Consider the system in Figure 1, which shows a crane hoisting and moving a load that is attached to the end of a rope. The cart is supposed to deliver the load from one place to another. The objective is to move the cart in a way that does not cause the rope and its load to swing too much. This assignment explores the modeling of such a system and leads up to the design of a control system for the cart, such that the load does not swing wildly.

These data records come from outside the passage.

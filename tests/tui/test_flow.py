"""The whole bench flow driven from the keyboard through the Pilot, on the fake
engine of docs/engine.md: cautions, calibrate, land, a fault caught, re-land, skip
with a reason, a note, quit, resume. Asserts on what the screen shows, then on
what the journal holds, and that the two agree."""

from __future__ import annotations

import json

import pytest

from tests.tui.fake_engine import DIES, SITES, FakeEngine
from tests.tui.helpers import press, quit_session, settle
from probelog.tui.app import build_app
from probelog.tui.messages import ChecksFinished, LandingStarted, SweepMeasured
from probelog.tui.screens.calibrate import Calibrate
from probelog.tui.screens.cautions import Cautions
from probelog.tui.screens.dialogs import AskReason, Confirm, Failure
from probelog.tui.screens.probe import Probe
from probelog.tui.screens.wafer import WaferView
from probelog.tui.widgets.logbook import Logbook

FAULT = ((1, 0), "line-a", 1)  # lifted tip on the first landing of line-a on die 1,0


def journal(session_dir):
    return [json.loads(x) for x in (session_dir / "journal.jsonl").read_bytes().splitlines()]


def board_text(app) -> str:
    return app.screen.query_one("#board").shown_text


def screen_text(app) -> str:
    """Everything the terminal shows, as text (from the exported SVG's text runs)."""
    import html
    import re

    svg = app.export_screenshot()
    runs = re.findall(r"<text[^>]*>(.*?)</text>", svg, flags=re.S)
    return html.unescape("".join(runs)).replace("\xa0", " ")


def logbook_text(app) -> str:
    """The logbook panel's lines, as the widget holds them."""
    log = app.screen.query_one(Logbook)
    return "\n".join(strip.text for strip in log.lines)


async def calibrate(pilot):
    app = pilot.app
    assert isinstance(app.screen, Calibrate)
    await press(pilot, "space", "space", "space", "space")
    await press(pilot, "k")
    return app




def run(coro):
    import asyncio

    return asyncio.run(coro)


def test_whole_flow_then_resume(tmp_path):
    session = tmp_path / "s1"
    messages: list = []

    async def first_sitting():
        app = build_app(lambda: FakeEngine(session, faults={FAULT}))
        async with app.run_test(size=(120, 40), message_hook=messages.append) as pilot:
            await settle(pilot, "open")
            # cautions once, journaled by the engine
            assert isinstance(app.screen, Cautions)
            assert "ESD" in screen_text(app)
            await press(pilot, "y")
            assert isinstance(app.screen, Calibrate)
            # calibrate: the next standard is marked, each is measured in one key
            assert "land on die 0,0 · open on cal-open" in screen_text(app)
            await calibrate(pilot)
            text = screen_text(app)
            assert "cal set cal1 (solt)" in text and "agreement vs lrrm" in text
            assert "turns clockwise" in text  # the verification stub on the Smith chart
            assert "✔ PASS" in board_text(app)
            await press(pilot, "a")
            assert isinstance(app.screen, Probe)

            # first site passes; accept
            await press(pilot, "space")
            assert "✔ PASS" in board_text(app)
            await press(pilot, "a", "space")
            assert "✔ PASS" in board_text(app)
            await press(pilot, "a")
            # the fault: one keypress from the sweep to a failed check on screen
            n_before = len(messages)
            await press(pilot, "space")
            kinds = [type(m) for m in messages[n_before:]]
            assert LandingStarted in kinds and SweepMeasured in kinds and ChecksFinished in kinds
            shown = board_text(app)
            assert "✖ FAIL" in shown and "die 1,0 · line-a (line) · landing 1" in shown
            text = screen_text(app)
            assert "contact" in text and "port 1 looks open" in text
            # re-land: one key, lands again, the same site at landing 2 passes
            await press(pilot, "r")
            assert "✔ PASS" in board_text(app) and "landing 2" in board_text(app)
            await press(pilot, "enter")  # accept and land on the next site at once
            assert "die 1,0 · line-b" in board_text(app)
            # skip with a reason (digit picks a preset), then a typed note
            await press(pilot, "s")
            assert isinstance(app.screen, AskReason)
            await press(pilot, "1")
            await press(pilot, "n")
            await pilot.press(*"tips cleaned")
            await press(pilot, "enter")
            assert isinstance(app.screen, Probe)
            log = logbook_text(app)
            assert "skip" in log and "structure damaged" in log and "“tips cleaned”" in log
            # quit asks first, and leaves only after the journal is closed
            await press(pilot, "q")
            assert isinstance(app.screen, Confirm)
            await press(pilot, "n")  # not yet: nothing is closed
            assert isinstance(app.screen, Probe)
            assert journal(session)[-1]["type"] != "session-closed"
            await quit_session(pilot)
        assert app.return_code == 0

    run(first_sitting())
    events = journal(session)
    types = [e["type"] for e in events]
    assert types.count("cautions-shown") == 1
    assert types[-1] == "session-closed" and events[-1]["payload"]["completed"] is False
    landings = [e["payload"] for e in events if e["type"] == "landing"]
    fail = [p for p in landings if p["verdict"] == "fail"]
    assert [(tuple(p["die"]), p["site"], p["landing"]) for p in fail] == [FAULT]
    contact = next(c for c in fail[0]["checks"] if c["name"] == "contact")
    assert contact["verdict"] == "fail" and contact["message"] == "port 1 looks open: tips not down?"
    decisions = [(tuple(p["die"]), p["site"], p["landing"], p["action"], p["reason"])
                 for p in (e["payload"] for e in events if e["type"] == "decision")]
    assert decisions == [
        ((0, 0), "line-a", 1, "accept", ""),
        ((0, 0), "line-b", 1, "accept", ""),
        ((1, 0), "line-a", 1, "reland", ""),
        ((1, 0), "line-a", 2, "accept", ""),
        ((1, 0), "line-b", 1, "skip", "structure damaged"),
    ]
    notes = [e["payload"] for e in events if e["type"] == "note"]
    # taken with the probes up after the skip, the note is about the landing still on
    # the board (die 1,0 line-b), not the next site
    assert notes == [{"text": "tips cleaned", "die": [1, 0], "site": "line-b"}]

    # ---- resume: no cautions again, straight to probing where we stopped
    async def second_sitting():
        app = build_app(lambda: FakeEngine.resume(session))
        async with app.run_test(size=(120, 40)) as pilot:
            await settle(pilot, "open")
            assert isinstance(app.screen, Probe)
            text = screen_text(app)
            assert "sites 4/6" in text
            assert "die 0,1 · line-a (line) · landing 1" in text  # next step
            await press(pilot, "space", "a", "space", "a")
            assert "every site of the plan is decided" in screen_text(app)
            await quit_session(pilot)

    run(second_sitting())
    events = journal(session)
    assert [e["type"] for e in events].count("cautions-shown") == 1
    assert events[-1]["type"] == "session-closed" and events[-1]["payload"]["completed"] is True
    # every die and site of the plan is decided exactly once in the journal
    final = {(tuple(p["die"]), p["site"]) for p in (e["payload"] for e in events if e["type"] == "decision")
             if p["action"] != "reland"}
    assert final == {(d, s) for d in DIES for s, _ in SITES}


def test_keys_follow_the_phase(tmp_path):
    async def go():
        app = build_app(lambda: FakeEngine(tmp_path / "s"), show_cautions=False)
        async with app.run_test(size=(120, 40)) as pilot:
            await settle(pilot, "open")
            screen = app.screen
            assert screen.check_action("measure", ()) is True
            assert screen.check_action("solve", ()) is False  # standards not measured yet: not offered
            assert screen.check_action("accept_cal", ()) is False
            # a decision key pressed in the wrong phase does nothing to the journal
            n = len(journal(tmp_path / "s"))
            await press(pilot, "a", "x")
            assert len(journal(tmp_path / "s")) == n
            await quit_session(pilot)

    run(go())


def test_footer_greys_keys_in_place_as_textual_reckons_them(tmp_path):
    # Reference: Textual's own Screen.active_bindings, which asks check_action; the
    # footer must show each key enabled exactly when Textual would run it, and a
    # landing (keys greyed, then back) must not rebuild the key widgets.
    from textual.widgets._footer import FooterKey

    def footer_state(app):
        active = app.screen.active_bindings
        return [(k.key, not k._disabled, active[k.key].enabled) for k in app.screen.query(FooterKey)]

    async def go():
        app = build_app(lambda: FakeEngine(tmp_path / "s"), show_cautions=False)
        async with app.run_test(size=(120, 40)) as pilot:
            await settle(pilot, "open")
            await calibrate(pilot)
            await press(pilot, "a")
            assert isinstance(app.screen, Probe)
            await pilot.pause()
            before = footer_state(app)
            assert before and all(shown == reckoned for _, shown, reckoned in before)
            widgets = list(app.screen.query(FooterKey))
            await press(pilot, "space")
            await pilot.pause()
            after = footer_state(app)
            assert all(shown == reckoned for _, shown, reckoned in after)
            # only the keys that apply now: "a" (keep) appears once there is a landing to keep
            assert {k: on for k, on, _ in after}["a"] and "a" not in {k: on for k, on, _ in before}
            assert widgets  # the footer had keys before the landing
            await quit_session(pilot)

    run(go())


class BrokenVna(FakeEngine):
    def measure(self):
        raise ConnectionError("VNA on TCPIP::127.0.0.1::5025::SOCKET did not answer *OPC? within 10 s")


def test_a_failed_instrument_call_opens_one_modal_and_the_ui_stays_usable(tmp_path):
    async def go():
        app = build_app(lambda: BrokenVna(tmp_path / "s"), show_cautions=False)
        async with app.run_test(size=(120, 40)) as pilot:
            await settle(pilot, "open")
            await press(pilot, "space")
            assert isinstance(app.screen, Failure)
            assert "The landing could not be made" in screen_text(app)
            assert "ConnectionError: VNA on TCPIP::127.0.0.1::5025::SOCKET did not answer" in app.screen.message
            await press(pilot, "enter")
            assert isinstance(app.screen, Calibrate)
            assert app.screen.check_action("measure", ()) is True  # not stuck busy
            await quit_session(pilot)

    run(go())


@pytest.mark.parametrize("size", [(120, 40), (80, 24)])
def test_probe_screen_snapshot_text(tmp_path, size):
    """The probe screen after a caught fault, at both terminal sizes: the verdict
    word, the figure and the limit, the keys in the footer."""

    async def go():
        app = build_app(lambda: FakeEngine(tmp_path / "s", faults={((0, 0), "line-a", 1)}), show_cautions=False)
        async with app.run_test(size=size) as pilot:
            await settle(pilot, "open")
            await calibrate(pilot)
            await press(pilot, "a", "space")
            text = screen_text(app)
            assert "FAIL" in text and "contact" in text
            assert "-10 dB" in text  # the limit next to the figure
            assert "re-land" in text and "skip" in text  # context keys in the footer
            assert "land " not in text.split("re-land")[0][-6:]  # measure key hidden while deciding
            await quit_session(pilot)

    run(go())


def test_enter_on_the_die_map_goes_to_that_die_after_asking(tmp_path):
    """w focuses the map, arrows move its cursor, enter asks (n backs out, y goes);
    the next landing is then on that die, and the jump is in the journal."""
    session = tmp_path / "s"

    async def go():
        app = build_app(lambda: FakeEngine(session), show_cautions=False)
        async with app.run_test(size=(120, 40)) as pilot:
            await settle(pilot, "open")
            await calibrate(pilot)
            await press(pilot, "a")
            assert isinstance(app.screen, Probe)
            assert app.engine.next_step.die == (0, 0)
            await press(pilot, "w", "down", "enter")  # cursor from 0,0 down to 0,1
            assert isinstance(app.screen, Confirm)
            assert "Land on die 0,1 next?" in screen_text(app)
            await press(pilot, "n")
            assert app.engine.next_step.die == (0, 0)  # backing out changes nothing
            await press(pilot, "w", "down", "enter", "y")
            assert isinstance(app.screen, Probe)
            assert "next: die 0,1 · line-a" in board_text(app)
            await press(pilot, "space")
            assert "die 0,1 · line-a (line) · landing 1" in board_text(app)
            # while a landing waits for its decision the map refuses, without a dialog
            await press(pilot, "w", "enter")
            assert isinstance(app.screen, Probe) and app.engine.calls.count("goto") == 1
            await press(pilot, "a")
            # h opens the die's history in a panel that stays until h closes it
            await press(pilot, "w", "h")
            assert isinstance(app.screen, WaferView)
            panel = app.screen.query_one("#history")
            assert panel.display and "line-a L1: ✔ PASS" in screen_text(app)
            await press(pilot, "up")
            assert panel.display and "die 0,0 history" in screen_text(app)
            await press(pilot, "h")
            assert not panel.display
            await press(pilot, "escape")
            assert isinstance(app.screen, Probe)
            await quit_session(pilot)

    run(go())
    events = journal(session)
    assert [e["payload"] for e in events if e["type"] == "goto"] == [{"die": [0, 1]}]
    landed = [(tuple(e["payload"]["die"]), e["payload"]["site"]) for e in events if e["type"] == "landing"]
    assert landed == [((0, 1), "line-a")]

Figure 1: Schematic of crane hoisting a load
Although the actual system is highly nonlinear, if the rope is considered to be stiff with a fixed length L, the system can be modeled using the following differential equations:
x_La''(t) = g*phi(t)
m_T*x_T''(t) = f_T(t) - m_L*g*phi(t)
x_La(t) = x_T(t) - x_L(t)
x_L(t) = L*phi(t)
where m_L is the mass of the load, m_T is the mass of the cart, x_T and x_L are displacements as defined in Figure 1, phi is the rope angle with respect to the vertical, and f_T is the force applied to the cart. In this problem, the mass of the cart, m_T, can be considered a constant. For simplicity, you may choose m_T = 1 unit mass, while the gravitational constant can be approximated as g = 10 m/s^2. The mass of the load, m_L, and the length of the rope, L, are parameters that vary for each hoisting problem.
1) Obtain the transfer function, Phi(s)/V_T(s) where V_T(s) = L{v_T(t)} and Phi(s) = L{phi(t)} are the Laplace transforms of the cart velocity, v_T(t), and the rope angle, phi(t), respectively.